A block of mass 0.8 kg is dragged along a level surface at constant velocity by a hanging block of mass 0.2 kg as shown in fig. 2.29. Find tension in the string and acceleration of the system, if the coefficient of friction between the block and the surface is 0.045 with diagram.
even i have the same query
I have the same quary
I'm sorry, but I don't have the ability to display or interpret diagrams. However, I can still help you calculate the tension in the string and the acceleration of the system.
To solve this problem, we can start by drawing a free-body diagram for each block. Let's designate the hanging block as Block A and the dragged block as Block B.
For Block A (hanging block):
- There is tension force (T) acting upwards.
- There is the force of gravity (m_A * g) acting downwards.
For Block B (dragged block):
- There is the force of tension (T) acting to the right.
- There is the force of friction (f) acting to the left.
- There is the force of gravity (m_B * g) acting downwards.
Since the blocks are moving at a constant velocity, the acceleration of the system is zero. This means that the net force acting on each block must be zero.
For Block A:
- The tension force (T) is equal to the force of gravity: T = m_A * g
For Block B:
- The force of tension (T) is equal to the force of friction: T = f
- The force of friction (f) can be calculated using the equation: f = μ * N, where μ is the coefficient of friction and N is the normal force.
- The normal force (N) is equal to the force of gravity: N = m_B * g
- Substituting the values, we get: f = μ * (m_B * g)
Since the net force on Block B is zero, we equate the force of tension and the force of friction:
T = f
μ * (m_B * g) = T
Now we can substitute the values and solve for T:
T = 0.045 * (0.2 * 9.8)
Calculating the tension:
T = 0.045 * 1.96
T ≈ 0.0882 N
So, the tension in the string is approximately 0.0882 N.
Since the system has zero acceleration, the net force on Block B is zero. This means that the force of tension (T) must be equal to the force of friction (f).

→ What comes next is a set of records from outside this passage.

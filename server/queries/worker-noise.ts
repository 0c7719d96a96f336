import { sumDay } from "../../shared/acoustics/day-sum";
import { lawOf, levelOfWeight } from "../../shared/acoustics/exchange-law";
import { outsideCriterion } from "../../shared/acoustics/outside-criterion";
import { isTooDeepForOwnFit, lcMinusLaDb } from "../../shared/acoustics/protection/attenuation";
import { attenuationNeed } from "../../shared/acoustics/protection/attenuation-need";
import type { DayInput, RuleSetVersion, TimedTask } from "../../shared/acoustics/types";
import { withTasks } from "../../shared/acoustics/with-tasks";
import type { AttenuationNeed } from "../../shared/schemas/fit";
import { rows } from "../lib/db";
import type { Worker } from "../models/worker";
import { gridTasks } from "./day-grid";
import { type DayRefs, hydrateDays } from "./day-inputs";
import { bareTask } from "./register-offers";
import { settingsInForce } from "./site-settings";

type Person = Pick<Worker, "id" | "siteId" | "jobId" | "mustWear" | "personalTargetDb">;

/** Days that say what a worker's noise is like now. Common practice, no source. */
const RECENT_DAYS = 20;
const RECENT_FOR_DAYS = 92;

export interface WorkerNoise {
  need: AttenuationNeed;
  governing: RuleSetVersion;
  /** The site credits an active part that was checked on its wearer. */
  creditsActivePart: boolean;
  /** The day that asks for most, under the rules of today; null: no noise is known. */
  day: DayInput | null;
  /** The task in it that does; null where the rule judges the shift. */
  task: TimedTask | null;
}

interface Asking {
  day: DayInput;
  task: TimedTask | null;
  outsideDb: number;
  /** Only a bound is known, from above. */
  isUpperBound: boolean;
}

/**
 * What a worker's noise asks of a protector under the rules in force: by the worker's own recent days, and where there is
 * none by the nominal day of the job. By EN 458 the loudest task in noise asks, by Appendix B the shift.
 *
 * @throws AppError not-computed, where the site has no rules on that date.
 */
export async function workerNoise(worker: Person, date: string): Promise<WorkerNoise> {
  const settings = await settingsInForce(worker.siteId, date);
  const { governing, creditsActivePart } = settings;
  const site = {
    wearFromDb: settings.wearFromDb,
    creditsActivePart,
    usesUncertainty: settings.usesUncertainty,
  };
  const judgedNow = (day: DayInput): DayInput => ({
    ...day,
    site,
    mustWear: worker.mustWear,
    personalTargetDb: worker.personalTargetDb,
  });
  const recent = await recentDays(worker.id, date);
  const days = recent.length > 0 ? recent : await nominalDay(worker, date, site);
  const [loudest] = days
    .flatMap((day) => askingOf(judgedNow(day), governing))
    .toSorted((a, b) => b.outsideDb - a.outsideDb);
  if (!loudest)
    return {
      need: unknown("no-noise"),
      governing,
      creditsActivePart,
      day: days[0] ? judgedNow(days[0]) : null,
      task: null,
    };
  const { day, task, outsideDb, isUpperBound } = loudest;
  const need = attenuationNeed(outsideDb, governing.protection, worker.personalTargetDb);
  const of = {
    outsideDb,
    isUpperBound,
    taskId: task?.taskId ?? null,
    taskName: task?.name ?? null,
    isTooDeepForOwnFit: isTooDeepForOwnFit(
      governing.protection,
      task?.level ? lcMinusLaDb(task.level) : null,
    ),
  };
  return {
    governing,
    creditsActivePart,
    day,
    task,
    need: need
      ? { ...need, ...of, reason: recent.length > 0 ? null : "nominal-day" }
      : { ...unknown("not-stated"), ...of },
  };
}

const unknown = (reason: string): AttenuationNeed => ({
  needDb: null,
  outsideDb: null,
  isUpperBound: false,
  targetDb: null,
  taskId: null,
  taskName: null,
  isTooDeepForOwnFit: false,
  mostDb: null,
  reason,
});

/** What in a day asks for a protector: each task, or the shift as a whole. */
function askingOf(day: DayInput, governing: RuleSetVersion): Asking[] {
  const { adequacy } = governing.protection;
  if (adequacy === "appendix-b") {
    const law = lawOf(outsideCriterion(governing));
    const { least, most, missing } = sumDay(bare(day), law);
    if (missing !== null || most <= 0 || !Number.isFinite(most)) return [];
    // What is enough is proved by the most that it can have been.
    const outsideDb = levelOfWeight(most / law.referenceMin, law);
    return [{ day, task: null, outsideDb, isUpperBound: least < most }];
  }
  return day.shifts.flatMap(({ tasks }) =>
    tasks.flatMap((task) =>
      task.level && task.durationMin > 0
        ? [{ day, task, outsideDb: task.level.levelDb, isUpperBound: false }]
        : [],
    ),
  );
}

const bare = (day: DayInput): DayInput => withTasks(day, (task) => ({ ...task, protection: null }));

async function recentDays(workerId: string, date: string): Promise<DayInput[]> {
  const found = await rows<{ workerId: string; date: string; refs: DayRefs }>(
    `SELECT d.worker_id AS "workerId", d.date::text AS date, r.refs FROM days d JOIN day_results r ON r.id = d.current_result_id
     WHERE d.worker_id = :workerId AND r.origin = 'computed' AND d.date <= CAST(:date AS date) AND d.date > CAST(:date AS date) - ${RECENT_FOR_DAYS}
     ORDER BY d.date DESC LIMIT ${RECENT_DAYS}`,
    { workerId, date },
  );
  return found.length === 0 ? [] : hydrateDays(found);
}

/** The job's nominal day with the levels of that date, as one shift; nothing where the worker has no job with tasks. */
async function nominalDay(
  worker: Person,
  date: string,
  site: DayInput["site"],
): Promise<DayInput[]> {
  if (worker.jobId === null) return [];
  const nominal = await rows<{ taskId: string; durationMin: number }>(
    `SELECT task_id AS "taskId", duration_min AS "durationMin" FROM job_tasks WHERE job_id = :jobId ORDER BY position`,
    { jobId: worker.jobId },
  );
  const known = new Map((await gridTasks(worker.siteId, date)).map((task) => [task.id, task]));
  const tasks = nominal.flatMap(({ taskId, durationMin }): TimedTask[] => {
    const task = known.get(taskId);
    return task ? [bareTask(task, durationMin)] : [];
  });
  if (tasks.length === 0) return [];
  return [
    {
      workerId: worker.id,
      date,
      shifts: [
        {
          id: worker.jobId,
          revisionId: null,
          lengthMin: tasks.reduce((sum, { durationMin }) => sum + durationMin, 0),
          tasks,
          unaccounted: { how: "unknown" },
          readings: [],
        },
      ],
      site,
      personalTargetDb: worker.personalTargetDb,
      mustWear: worker.mustWear,
    },
  ];
}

To find the acceleration, we can use Newton's second law:
Net force = mass * acceleration
For Block B:
T - f = m_B * a
Substituting the values:
(0.045 * (0.2 * 9.8)) - f = 0.8 * a
Simplifying the equation:
0.0882 - 0.045 * (0.2 * 9.8) = 0.8 * a
Solving for the acceleration:
0.0882 - 0.045 * 1.96 = 0.8 * a
a ≈ 0 m/s^2
Therefore, the acceleration of the system is approximately 0 m/s^2.
To find the tension in the string and the acceleration of the system, we can start by applying Newton's second law of motion. This law states that the net force on an object is equal to the mass of the object multiplied by its acceleration.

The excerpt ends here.